Braille uses a matrix of six dots to represent letters, numbers and other language features.
The rectangles are two dots wide by three dots high - some examples are shown below:
The black dots represent "bumps" which are raised so that they can be read using a finger.
We want to know how many possible patterns of bumps and flat spaces you can make.
The first pattern above has no bumps, and is not used in Braille, but it is still a valid pattern.

 Question 1 It is quite tricky to work out how many patterns there are for six dots, so we'll start with one dot. There are two possible patterns in this case, because the single dot can be on or off. Enter the two possible patterns in the grid below and click the "Check It!" button after each one. The computer will tell you when you have found all the patterns.
 Question 2 Now we want to see how many different patterns you can make with two dots. Remember each dot can be on or off. Enter each pattern in the grid and click the "Check It!" button after each one.
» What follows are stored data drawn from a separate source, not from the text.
"""The study server's database, through SQLAlchemy Core.

SQLite (WAL journal, ``synchronous=FULL``) embedded by default at
``STUDYDIR/server/study.db``; PostgreSQL with a ``postgresql://`` URL.  Every
change is one transaction: a bundle row and its sequence number are stored
together or not at all, so a server killed mid-upload has either committed
the upload (the client's retry is answered "already have") or not (the retry
stores it).

Tables: ``meta`` (study id, schema version), ``invitations`` (SHA-256 of each
one-time code, when used and by whom), ``devices`` (enrolled devices),
``bundles`` (one row per opened bundle, unique per pseudonym and sequence
number and per SHA-256), ``withdrawals`` (the certificates, kept on record).
Nothing in it is raw personal data: bundles hold only what the policy lets
leave a device, and they are stored opened (the study key is needed at upload
time, not to read the database).
"""

from __future__ import annotations

import datetime as _dt
import hashlib
import json
import secrets
import threading
from collections.abc import Iterator
from dataclasses import dataclass, field
from pathlib import Path

import sqlalchemy as sa

from ...errors import DataError, StateError

SCHEMA_VERSION = 1

metadata = sa.MetaData()
meta_t = sa.Table("meta", metadata, sa.Column("key", sa.String(64), primary_key=True),
                  sa.Column("value", sa.Text, nullable=False))
invitations_t = sa.Table(
    "invitations", metadata,
    sa.Column("code_sha256", sa.String(64), primary_key=True),
    sa.Column("created", sa.String(32), nullable=False),
    sa.Column("note", sa.String(200), nullable=False, default=""),
    sa.Column("used_at", sa.String(32)),
    sa.Column("used_by", sa.String(64)),
)
devices_t = sa.Table(
    "devices", metadata,
    sa.Column("pseudonym", sa.String(64), primary_key=True),
    sa.Column("device_key_id", sa.String(16), nullable=False, unique=True),
    sa.Column("public_key", sa.LargeBinary(32), nullable=False),
    sa.Column("policy_fingerprint", sa.String(64), nullable=False),
    sa.Column("enrolled", sa.String(10), nullable=False),
    sa.Column("enrolled_at", sa.String(32), nullable=False),
    sa.Column("withdrawn", sa.String(32)),
    sa.Column("log_origin", sa.String(64)),  # the device ledger's first entry hash, from the enrolment
)
bundles_t = sa.Table(
    "bundles", metadata,
    sa.Column("pseudonym", sa.String(64), sa.ForeignKey("devices.pseudonym"), primary_key=True),
    sa.Column("seq", sa.BigInteger, primary_key=True),
    sa.Column("sha256", sa.String(64), nullable=False, unique=True),
    sa.Column("created", sa.String(10), nullable=False),
    sa.Column("received_at", sa.String(32), nullable=False),
    sa.Column("header", sa.Text, nullable=False),
    sa.Column("payload", sa.Text, nullable=False),
)
withdrawals_t = sa.Table(
    "withdrawals", metadata,
    sa.Column("pseudonym", sa.String(64), sa.ForeignKey("devices.pseudonym"), primary_key=True),
    sa.Column("time", sa.String(32), nullable=False),
    sa.Column("received_at", sa.String(32), nullable=False),
    sa.Column("certificate", sa.Text, nullable=False),
)


def now_utc() -> str:
    return _dt.datetime.now(_dt.UTC).strftime("%Y-%m-%dT%H:%M:%SZ")


def default_url(study_dir) -> str:
    return f"sqlite:///{Path(study_dir).absolute() / 'server' / 'study.db'}"


def _engine(url: str) -> sa.Engine:
    if url.startswith("postgresql://"):
        url = "postgresql+psycopg://" + url[len("postgresql://"):]
    if url.startswith("sqlite:///"):
        Path(url[len("sqlite:///"):]).parent.mkdir(parents=True, exist_ok=True, mode=0o700)
        eng = sa.create_engine(url, connect_args={"check_same_thread": False, "timeout": 30})

        @sa.event.listens_for(eng, "connect")
        def _pragmas(conn, _rec):
            cur = conn.cursor()
            cur.execute("PRAGMA journal_mode=WAL")
            cur.execute("PRAGMA synchronous=FULL")
            cur.execute("PRAGMA foreign_keys=ON")
            cur.close()
        return eng
    if url.startswith("postgresql+psycopg://"):
        return sa.create_engine(url, pool_size=10, max_overflow=20, pool_pre_ping=True)
    raise DataError(f"--database {url!r}: expected sqlite:///PATH or postgresql://...")


@dataclass
class DeviceRow:
    """An enrolled device as :func:`agent.bundle.read_bundle` expects it from a registry."""

    pseudonym: str
    public_bytes: bytes
    device_key_id: str
    policy_fingerprint: str
    enrolled: str
    withdrawn: str | None = None
    seen: dict = field(default_factory=dict)
    log_origin: str | None = None

    def public_key(self):
        from cryptography.hazmat.primitives.asymmetric.ed25519 import Ed25519PublicKey

        return Ed25519PublicKey.from_public_bytes(self.public_bytes)


class OneDeviceRegistry:
    """The registry view one upload needs: the device its header names, and that sequence number.

    Only the named device's key is tried, so a bundle naming no enrolled device
    costs one lookup, not one signature check per enrolled device.
    """

    def __init__(self, study_id: str, device: DeviceRow | None):
        self.study_id = study_id
        self.devices = {device.pseudonym: device} if device else {}

    def by_key_id(self, key_id: str):
        return next((d for d in self.devices.values() if d.device_key_id == key_id), None)

    def device(self, pseudonym: str):
        return self.devices.get(pseudonym)


class Store:
    """The study server's database.  ``Store(url, study_id)``; :meth:`create` makes the tables."""

    def __init__(self, url: str, study_id: str | None = None):
        self.url = url
        self.engine = _engine(url)
        self._write_lock = threading.Lock() if self.engine.dialect.name == "sqlite" else None
        metadata.create_all(self.engine)
        with self.engine.begin() as c:
            row = c.execute(sa.select(meta_t.c.value).where(meta_t.c.key == "study_id")).first()
            if row is None:
                if study_id is None:
                    raise StateError(f"{self._safe_url()}: an empty database; the study id is needed to create it")
                c.execute(meta_t.insert(), [{"key": "study_id", "value": study_id},
                                            {"key": "schema_version", "value": str(SCHEMA_VERSION)}])
                self.study_id = study_id
            else:
                self.study_id = row[0]
                ver = c.execute(sa.select(meta_t.c.value).where(meta_t.c.key == "schema_version")).scalar()
                if int(ver or 0) > SCHEMA_VERSION:
                    raise StateError(f"{self._safe_url()}: database schema {ver} is newer than this lethe "
                                     f"reads ({SCHEMA_VERSION}); upgrade lethe")
        if study_id is not None and study_id != self.study_id:
            raise StateError(f"{self._safe_url()}: this database belongs to study {self.study_id!r}, "
                             f"not {study_id!r}")

    def _safe_url(self) -> str:
        return self.engine.url.render_as_string(hide_password=True)

    def close(self) -> None:
        self.engine.dispose()

    def write(self):
        """A write transaction (serialised in-process for SQLite, which has one writer)."""
        store = self

        class _W:
            def __enter__(self):
                if store._write_lock:
                    store._write_lock.acquire()
                self.cm = store.engine.begin()
                return self.cm.__enter__()

            def __exit__(self, *exc):
                try:
                    return self.cm.__exit__(*exc)
                finally:
                    if store._write_lock:
                        store._write_lock.release()
        return _W()

    # -- invitations ------------------------------------------------------------------
    def invite(self, n: int = 1, note: str = "") -> list[str]:
        """Create ``n`` one-time invitation codes; only their SHA-256 is stored (print them once)."""
        if not isinstance(n, int) or not 1 <= n <= 10000:
            raise DataError(f"invite: n must be an integer in 1..10000, got {n!r}")
        codes = ["-".join(secrets.token_hex(2) + secrets.token_hex(2) for _ in range(3)) for _ in range(n)]
        with self.write() as c:
            c.execute(invitations_t.insert(), [{"code_sha256": code_hash(x), "created": now_utc(),
                                                "note": note[:200]} for x in codes])
        return codes

    # -- devices ----------------------------------------------------------------------
    def device_by_key_id(self, key_id: str, seq: int | None = None) -> DeviceRow | None:
        with self.engine.connect() as c:
            r = c.execute(sa.select(devices_t).where(devices_t.c.device_key_id == key_id)).mappings().first()
            if r is None:
                return None
            dev = DeviceRow(r["pseudonym"], bytes(r["public_key"]), r["device_key_id"], r["policy_fingerprint"],
                            r["enrolled"], r["withdrawn"], log_origin=r["log_origin"])
            if seq is not None:
                sha = c.execute(sa.select(bundles_t.c.sha256).where(
                    (bundles_t.c.pseudonym == dev.pseudonym) & (bundles_t.c.seq == seq))).scalar()
                if sha is not None:
                    dev.seen[str(seq)] = sha
        return dev

    def device(self, pseudonym: str) -> DeviceRow | None:
        with self.engine.connect() as c:
            r = c.execute(sa.select(devices_t).where(devices_t.c.pseudonym == pseudonym)).mappings().first()
        if r is None:
            return None
        return DeviceRow(r["pseudonym"], bytes(r["public_key"]), r["device_key_id"], r["policy_fingerprint"],
                         r["enrolled"], r["withdrawn"], log_origin=r["log_origin"])

    def bundle_by_sha(self, sha256: str) -> dict | None:
        with self.engine.connect() as c:
            r = c.execute(sa.select(bundles_t.c.pseudonym, bundles_t.c.seq).where(
                bundles_t.c.sha256 == sha256)).first()
        return {"pseudonym": r[0], "seq": int(r[1])} if r else None

    def previous_payload(self, pseudonym: str, seq: int) -> dict | None:
        """The payload of the device's bundle just before ``seq`` (for ledger continuity)."""
        with self.engine.connect() as c:
            r = c.execute(sa.select(bundles_t.c.payload).where(
                (bundles_t.c.pseudonym == pseudonym) & (bundles_t.c.seq < seq)).order_by(
                bundles_t.c.seq.desc()).limit(1)).first()
        return json.loads(r[0]) if r else None

    # -- cohort source (agent.study.cohort.source.CohortSource) -----------------------
    def participants(self, *, include_withdrawn: bool = False) -> list[dict]:
        q = (sa.select(devices_t.c.pseudonym, devices_t.c.enrolled, devices_t.c.withdrawn,
                       devices_t.c.policy_fingerprint, devices_t.c.enrolled_at,
                       sa.func.count(bundles_t.c.seq).label("bundles"),
                       sa.func.max(bundles_t.c.seq).label("latest_seq"),
                       sa.func.max(bundles_t.c.received_at).label("last_bundle_at"))
             .select_from(devices_t.outerjoin(bundles_t, bundles_t.c.pseudonym == devices_t.c.pseudonym))
             .group_by(devices_t.c.pseudonym).order_by(devices_t.c.pseudonym))
        if not include_withdrawn:
            q = q.where(devices_t.c.withdrawn.is_(None))
        with self.engine.connect() as c:
            return [dict(r, latest_seq=None if r["latest_seq"] is None else int(r["latest_seq"]))
                    for r in c.execute(q).mappings()]

    def records(self, *, latest_only: bool = False,
                include_withdrawn: bool = False) -> Iterator[tuple[str, int, dict]]:
        """Stream ``(pseudonym, seq, {"header", "payload"})`` in pages (constant memory)."""
        q = sa.select(bundles_t.c.pseudonym, bundles_t.c.seq, bundles_t.c.header, bundles_t.c.payload)
        q = q.select_from(bundles_t.join(devices_t, bundles_t.c.pseudonym == devices_t.c.pseudonym))
        if not include_withdrawn:
            q = q.where(devices_t.c.withdrawn.is_(None))
        if latest_only:
            sub = (sa.select(bundles_t.c.pseudonym.label("p"), sa.func.max(bundles_t.c.seq).label("m"))
                   .group_by(bundles_t.c.pseudonym).subquery())
            q = q.join(sub, (sub.c.p == bundles_t.c.pseudonym) & (sub.c.m == bundles_t.c.seq))
        q = q.order_by(bundles_t.c.pseudonym, bundles_t.c.seq)
        last = None
        while True:  # keyset pagination: each page is its own short read
            page = q
            if last is not None:
                page = page.where(sa.tuple_(bundles_t.c.pseudonym, bundles_t.c.seq) > sa.tuple_(*last))
            with self.engine.connect() as c:
                rows = c.execute(page.limit(500)).all()
            if not rows:
                return
            for name, seq, h, p in rows:
                yield name, int(seq), {"header": json.loads(h), "payload": json.loads(p)}
            last = (rows[-1][0], rows[-1][1])

    def counts(self) -> dict:
        with self.engine.connect() as c:
            inv = c.execute(sa.select(sa.func.count()).select_from(invitations_t)).scalar()
            used = c.execute(sa.select(sa.func.count()).select_from(invitations_t).where(
                invitations_t.c.used_at.is_not(None))).scalar()
            dev = c.execute(sa.select(sa.func.count()).select_from(devices_t)).scalar()
            wd = c.execute(sa.select(sa.func.count()).select_from(devices_t).where(
                devices_t.c.withdrawn.is_not(None))).scalar()
            b = c.execute(sa.select(sa.func.count()).select_from(bundles_t)).scalar()
        return {"invited": int(inv or 0), "invitations_used": int(used or 0), "enrolled": int(dev or 0),
                "withdrawn": int(wd or 0), "bundles": int(b or 0)}


def code_hash(code: str) -> str:
    return hashlib.sha256(code.strip().lower().encode()).hexdigest()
The computer will tell you when you have found all the patterns.
 Question 3 Now we will look for all the patterns you can make with three dots. The computer will tell you when you have found all the patterns.

Question 4

We want to predict how many patterns you can make with four dots.
 How many patterns could you make with one dot? How many patterns could you make with two dots? How many patterns could you make with three dots? How many patterns do you think you will be able to make with four dots?
 Question 5 Now check that you can find all the patterns which use four dots.

Question 6
Now we should be able to predict how many patterns you can make with six dots.
Fill in the table below, including your predictions for how many patterns you could make with 5 and 6 dots.
 Number of dots in the grid 1 2 3 4 5 6 Maximum number of patterns

Question 7

Can you explain what the pattern is in the sequence of numbers above?
Write your answer in words, but keep it as simple as possible.

Question 8

This question is quite hard - you may need to ask a teacher for help!
If n is the number of dots in a grid, and p is the maximum
number of different patterns you can make with that grid,
what is the formula for p in terms of n?